The final and most distinct case is that of Baal of Halab, who is obviously the weather god of Aleppo and rather clearly a distinct deity in Ugaritic imagination; in KTU 1.130 he receives offerings separately from Baal of Saphon. This situation repeats in KTU 1.148, but interestingly there he is listed before Baal of Saphon, as if he was the higher ranked deity. To be fair, in terms of religious and political influence Aleppo would arguably indeed be well beyond Mount Saphon. I think there is no real reason to treat Baal of Halab as identical with the Ugaritic Baal; the two are functionally as separate from each other as they are from Mesopotamian Adad. Hurrian sources from Ugarit recognize Teshub as the god of Aleppo, which matches the cultural "hurrianization" of the city at the time, but I’m not sure if we can necessarily assume that’s what everyone thought of when they took part in rituals referring to the god of Aleppo as Baal. Perhaps the situation was similar to when Zimri-Lim and his contemporaries made offerings to weather gods of Kumme or Arrapha without necessarily even knowing they were locally referred to as Teshub - we may never know.
Some more notes on the weather god of Aleppo and friends (in particular Pidray) below the cut, since they’re not fully relevant to your question.
Obviously, beyond the recognition of Dagan as Baal’s father, there’s little evidence for Aleppine influence on Ugaritic conception of the weather god and his circle, as far as I am aware. Saphon is the residence of the gods rather than an actual personified fully anthropomorphic weather god, there’s no trace of a bull chariot, Hebat, Tenu et al are absent, etc. This being said - there’s an interesting possibility that Pidray might have originated over there which would have huge implications.

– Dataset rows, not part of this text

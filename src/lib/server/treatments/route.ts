import { json, problem } from '../http.ts';
import { TreatmentError } from './errors.ts';
import { MaterialError } from './materials.ts';
import type { TreatmentActor } from './service.ts';

/** The signed-in user as the treatment rules see them. */
export function actorOf(locals: App.Locals, clientAddress: string): TreatmentActor {
	const u = locals.user!;
	return { id: u.id, role: u.role, clientAddress };
}

/** Runs a treatment operation and maps its refusals to their HTTP answers. */
export async function answer(run: () => Promise<unknown>, status = 200): Promise<Response> {
	try {
		return json(await run(), status);
	} catch (err) {
		if (err instanceof TreatmentError) {
			if (err.current) return json({ error: err.message, fields: [], current: err.current }, err.status);
			if (err.problems.length > 0) return json({ error: err.message, fields: [], problems: err.problems }, err.status);
			return problem(err.status, err.message);
		}
		if (err instanceof MaterialError) return problem(err.status, err.message);
		throw err;
	}
}
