describe('the reconciler', () => {
	it('removes a half-made derivative set left by a run that died, and leaves a fresh one alone', async () => {
		const { reconcile } = await import('../../src/lib/server/photos/reconcile.ts');
		const work = path.join(inject('uploadsDir'), 'work');
		const stale = path.join(work, `stale${process.pid}`);
		const fresh = path.join(work, `fresh${process.pid}`);
		for (const d of [stale, fresh]) fs.mkdirSync(path.join(d, 'tiles'), { recursive: true });
		const twoHoursAgo = new Date(Date.now() - 2 * 3600_000);
		fs.utimesSync(stale, twoHoursAgo, twoHoursAgo);
		// The worker's own reconciler (every few seconds in the tests) may get there first; either way it goes.
		await reconcile(new Date(), async () => {});
		expect(fs.existsSync(stale)).toBe(false);
		expect(fs.existsSync(fresh)).toBe(true);
		fs.rmSync(fresh, { recursive: true });
	});
});

describe('fixity checks', () => {
	it('find a master altered on disk and one gone missing, and say so on the photo', async () => {
		const { fixityPass } = await import('../../src/lib/server/photos/fixity.ts');
		const [a, b] = (await Promise.all(['fixity-a.jpg', 'fixity-b.jpg'].map(async (name, i) => {
			const { id } = await tusUpload(await sampleJpeg(300 + i, 200), { cookie: conservator, meta: meta(name) });
			return (await settled(conservator, id)).photoId!;
		}))) as [string, string];
		const recorded = await (await call(`/api/photos/${a}`, { cookie: conservator })).json();
		expect(recorded.photo.fixity.outcome).toBe('match');
		const masterOf = async (id: string) => path.join(inject('uploadsDir'), (await Photo.findByPk(id))!.masterPath);
		const fileA = await masterOf(a);
		const fileB = await masterOf(b);
		const original = fs.readFileSync(fileA);
		fs.chmodSync(fileA, 0o644);
		const altered = Buffer.from(original);
		altered[altered.length - 10] = altered[altered.length - 10]! ^ 0xff;
		fs.writeFileSync(fileA, altered);
		fs.renameSync(fileB, `${fileB}.away`);
		try {
			const later = new Date(Date.now() + 30 * 86_400_000);
			const report = await fixityPass({ olderThanDays: 7, byteBudget: 10 * 1024 ** 3, now: later });
			expect(report.problems).toEqual(expect.arrayContaining([{ photoId: a, outcome: 'mismatch' }, { photoId: b, outcome: 'missing' }]));
			const shown = await (await call(`/api/photos/${a}`, { cookie: conservator })).json();
			expect(shown.photo.fixity.outcome).toBe('mismatch');
		} finally {
			fs.writeFileSync(fileA, original);
			fs.chmodSync(fileA, 0o444);
			fs.renameSync(`${fileB}.away`, fileB);
		}
	});
});
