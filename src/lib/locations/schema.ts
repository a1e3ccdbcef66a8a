import { z } from 'zod';

/**
 * A storage location as the API shows it, and the limits an administrator sets on it: the store's
 * flammable volume limit (the organisation's own figure from its local fire code), the share of it
 * that counts as near, and the expected temperature range. Temperatures stay within −20…+40 °C, the
 * range of the OIML R 22 formula the airspace check uses.
 */
export const LocationViewSchema = z.object({
	id: z.uuid(),
	code: z.string(),
	name: z.string(),
	notes: z.string(),
	flammableLimitL: z.number().nullable(),
	nearLimitPercent: z.number(),
	tempMinC: z.number().nullable(),
	tempMaxC: z.number().nullable(),
});
export type LocationView = z.infer<typeof LocationViewSchema>;

const temperature = (what: string) =>
	z
		.number({ error: `${what}: enter a temperature in °C.` })
		.min(-20, `${what}: between −20 and +40 °C, the range the airspace check can judge.`)
		.max(40, `${what}: between −20 and +40 °C, the range the airspace check can judge.`)
		.nullable();

export const LocationLimitsSchema = z
	.object({
		flammableLimitL: z
			.number({ error: 'Flammable limit: enter litres, or leave it empty for no limit.' })
			// Kept to 0.1 L and above 0 (DECIMAL(9,1) with a check): less would round to no limit at all.
			.min(0.1, 'Flammable limit: at least 0.1 litres (limits are kept to 0.1 L), or leave it empty for no limit.')
			.max(1_000_000, 'Flammable limit: at most 1,000,000 litres.')
			.nullable(),
		nearLimitPercent: z
			.number({ error: 'Near the limit at: enter a percentage.' })
			.int('Near the limit at: a whole percentage.')
			.min(1, 'Near the limit at: between 1 and 100 %.')
			.max(100, 'Near the limit at: between 1 and 100 %.'),
		tempMinC: temperature('Coolest'),
		tempMaxC: temperature('Warmest'),
	})
	.strict()
	.refine((l) => l.tempMinC === null || l.tempMaxC === null || l.tempMinC <= l.tempMaxC, {
		message: 'The coolest temperature cannot be above the warmest.',
		path: ['tempMinC'],
	});
export type LocationLimits = z.infer<typeof LocationLimitsSchema>;

/** A change to some of the limits; the server checks the result as a whole. */
export const LocationLimitsPatchSchema = z
	.object({
		flammableLimitL: z.unknown().optional(),
		nearLimitPercent: z.unknown().optional(),
		tempMinC: z.unknown().optional(),
		tempMaxC: z.unknown().optional(),
	})
	.strict();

One of the only references to her from outside Ugarit, the oldest one yet at that, has recently been identified in an Akkadian-Amorite bilingual list by Andrew R. George and Manfred Krebernik, and they suggest she might have specifically originated around Aleppo as a daughter of the local weather god (Two Remarkable Vocabularies: Amorite-Akkadian Bilinguals!, p. 139). 
For what it’s worth, the weather god of Aleppo, with a permanent spouse etc., certainly fits the profile of a divine father more than unmarried Ugaritic Baal who at best has friends with benefits (that’s not my interpretation, for clarity, Schwemer wrote this, without using the term “friends with benefits” though); Pidray and her sisters being an awkwardly incorporated part of a different theological system would explain a lot. Also, it feels important for the case of Pidray that no matter how many times they are misidentified as “Canaanite” online, Resheph, Anat and Yarikh were also deities more popular in Amorite areas around the Middle Euphrates (in Yarikh’s case attestations actually go all the way up to Eshnunna!) and largely or entirely (depending on location and time period) absent from coastal areas; so even though the conception of weather god differed, I don’t think the recent shift towards treating Ugarit more and more as a part of a broader Amorite (or, better yet, Hurrian+Amorite) world is unjustified.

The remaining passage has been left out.